Since the museum opened last spring, the Franklin Square Historical Society has only offered private tours to local schools and society members, but starting next month, members of the public will be able to stop in to see the hamlet’s rich history on full display.

Starting Feb. 5, the museum will be open to the community on the first Sunday of every month from 2 to 4 p.m., said Bill Youngfert, treasurer of the historical society.

“In the past, we took phone calls and appointments, and I would be here waiting for people,” Youngfert said. “It worked, but there were many times when I’d be sitting here waiting, and no one would show up — we’re all volunteers, so the board decided at our last board meeting that we should set up a time we’ll be open and anybody can come in.”

The museum has been in the works for over two decades. When the historical society was founded in 1976, it began collecting hundreds of donations, which included everything from German antiques to local veterans’ military uniforms to vintage classroom desks to family heirlooms.

As the collection grew, the next step was to find a place to store and showcase it. With permission from the Town of Hempstead, the historical society designed a museum in 2000, and built it on Naple Avenue, near Rath Park.

Paul van Wie, the hamlet’s historian and a former president of the historical society, grew up in town and got to know many local families. As a student, he began collecting historical items, some from people who had lived in Franklin Square in the 1800s.

“I think that this museum is one of the few museum that has been built on Long Island in a community from scratch in recent times,” van Wie said. “The people of Franklin Square have been very, very generous in making donations of objects — every resident who has come into the museum has been so happy, proud and impressed.”

Van Wie added that historical society members raised all the money for the building themselves. They began collecting money in 1993, and donors who contributed a certain amount were promised a plaque with their name on the wall when the museum was finished.

A donor tree with 300 “leaves” is now on display inside. The historical society plans to review all of its donor records so it can begin to add the names of its supporters.

In the meantime, the society continues to offer tours and activities for students from district schools. It has a close relationship with the district and Superintendent Jared Bloom, Youngfert said. He and some of the other members are former teachers, so their tours are often youth- and education-oriented.
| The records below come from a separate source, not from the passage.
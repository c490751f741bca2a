"""A slow and obvious Monte Carlo photon tracer, written for the tests only.

Photons start at uniformly random points on the emitting surface, leave in
directions drawn from the emitter's cosⁿ distribution, bounce off mirror walls
(weight × ρ), and are binned where they first cross a canopy rectangle.
Nothing here is shared with the engine.
"""

from __future__ import annotations

import math

import numpy as np


def sample_emitter(rng, n, x, y, z, shape, length, width, bars=1, bar_width=0.0, rotation_deg=0.0):
    u = rng.uniform(-length / 2, length / 2, n) if length > 0 else np.zeros(n)
    if shape == "bar_array":
        k = rng.integers(0, bars, n)
        pitch = (width - bar_width) / (bars - 1)
        v = -(width - bar_width) / 2 + k * pitch + rng.uniform(-bar_width / 2, bar_width / 2, n)
    else:
        v = rng.uniform(-width / 2, width / 2, n) if width > 0 else np.zeros(n)
    a = math.radians(rotation_deg)
    return np.column_stack(
        [x + u * math.cos(a) - v * math.sin(a), y + u * math.sin(a) + v * math.cos(a), np.full(n, z)]
    )


def sample_cos_power(rng, n, exponent):
    # P(cos θ > c) = c^(n+1): cos θ = U^(1/(n+1)).
    c = rng.random(n) ** (1.0 / (exponent + 1.0))
    s = np.sqrt(1 - c * c)
    phi = rng.uniform(0, 2 * np.pi, n)
    return np.column_stack([s * np.cos(phi), s * np.sin(phi), -c])


def trace(origins, dirs, flux_each, room_w, room_l, rho_walls, canopy, boxes=(), max_bounces=200):
    """Tally photon flux on a canopy rectangle (x0, y0, x1, y1, z) binned into (ny, nx).

    rho_walls: dict side -> reflectance, sides 'left','right','front','back' (0 = open or black).
    boxes: (x0, y0, z0, x1, y1, z1) opaque boxes.
    Returns the flux per bin [µmol/s].
    """
    x0, y0, x1, y1, zc, nx, ny = canopy
    tally = np.zeros((ny, nx))
    o, d = origins.copy(), dirs.copy()
    w = np.full(len(o), flux_each)
    for _ in range(max_bounces):
        if len(o) == 0:
            break
        t_canopy = (zc - o[:, 2]) / d[:, 2]
        with np.errstate(divide="ignore"):
            t_left = np.where(d[:, 0] < 0, -o[:, 0] / d[:, 0], np.inf)
            t_right = np.where(d[:, 0] > 0, (room_w - o[:, 0]) / d[:, 0], np.inf)
            t_front = np.where(d[:, 1] < 0, -o[:, 1] / d[:, 1], np.inf)
            t_back = np.where(d[:, 1] > 0, (room_l - o[:, 1]) / d[:, 1], np.inf)
        t_wall = np.minimum.reduce([t_left, t_right, t_front, t_back])
        t_box = np.full(len(o), np.inf)
        for b in boxes:
            lo, hi = np.array(b[:3]), np.array(b[3:])
            with np.errstate(divide="ignore", invalid="ignore"):
                ta, tb = (lo - o) / d, (hi - o) / d
            ta, tb = np.nan_to_num(ta, nan=-np.inf), np.nan_to_num(tb, nan=np.inf)
            tmin = np.max(np.minimum(ta, tb), axis=1)
            tmax = np.min(np.maximum(ta, tb), axis=1)
            t_box = np.where((tmax > tmin) & (tmin > 1e-12), np.minimum(t_box, tmin), t_box)
        lands = (t_canopy <= t_wall) & (t_canopy < t_box)
        p = o[lands] + t_canopy[lands, None] * d[lands]
        inside = (p[:, 0] >= x0) & (p[:, 0] < x1) & (p[:, 1] >= y0) & (p[:, 1] < y1)
        i = np.clip(((p[inside, 0] - x0) / (x1 - x0) * nx).astype(int), 0, nx - 1)
        j = np.clip(((p[inside, 1] - y0) / (y1 - y0) * ny).astype(int), 0, ny - 1)
        np.add.at(tally, (j, i), w[lands][inside])
        bounce = ~lands & (t_wall < t_box)
        o, d, w, tw = o[bounce], d[bounce], w[bounce], t_wall[bounce]
        o = o + tw[:, None] * d
        side_x = np.isclose(o[:, 0], 0) | np.isclose(o[:, 0], room_w)
        side = np.where(
            side_x, np.where(o[:, 0] < room_w / 2, "left", "right"), np.where(o[:, 1] < room_l / 2, "front", "back")
        )
        rho = np.array([rho_walls[s] for s in side]) if len(side) else np.zeros(0)
        w = w * rho
        d[side_x, 0] *= -1
        d[~side_x, 1] *= -1
        keep = w > 0
        o, d, w = o[keep], d[keep], w[keep]
    return tally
Nancy Youngfert, the society’s president, said that elementary school kids are often astounded when they walk in. Recently, she said, more than 20 first-graders from the John Street School visited. They explored every hands-on station, and had plenty of questions, Nancy recalled. They poked their fingers into a rotary phone, ground coffee beans in the kitchen to bring home to their parents, made paper dolls and pretended to deposit money in an old-fashioned bank set-up.

“Everything was fascinating to them — their eyes went wide,” Nancy said. “It was wonderful pandemonium.”

Even some of the adults who stop by the museum can’t help but feel a wave of nostalgia. For example, van Wie said that those who attended the old Monroe Street School will remember the chandeliers that hung from the auditorium ceiling. Those 100-year-old light fixtures now have a new home in the museum.

In addition to offering more tours in the future, the historical society is hoping to build an educational room that can be used for classes and presentations. Bill Youngfert said the group has estimated the cost, but hasn’t yet hired an architect to do any planning.

Being able to welcome the public, however, will be a huge step in the right direction. “It’s going to be great for generations of Franklin Square people,” van Wie said. “It’s going to (lead to) a lot of good education in the community, and a lot of local pride. It’s going to maintain the village’s identity.”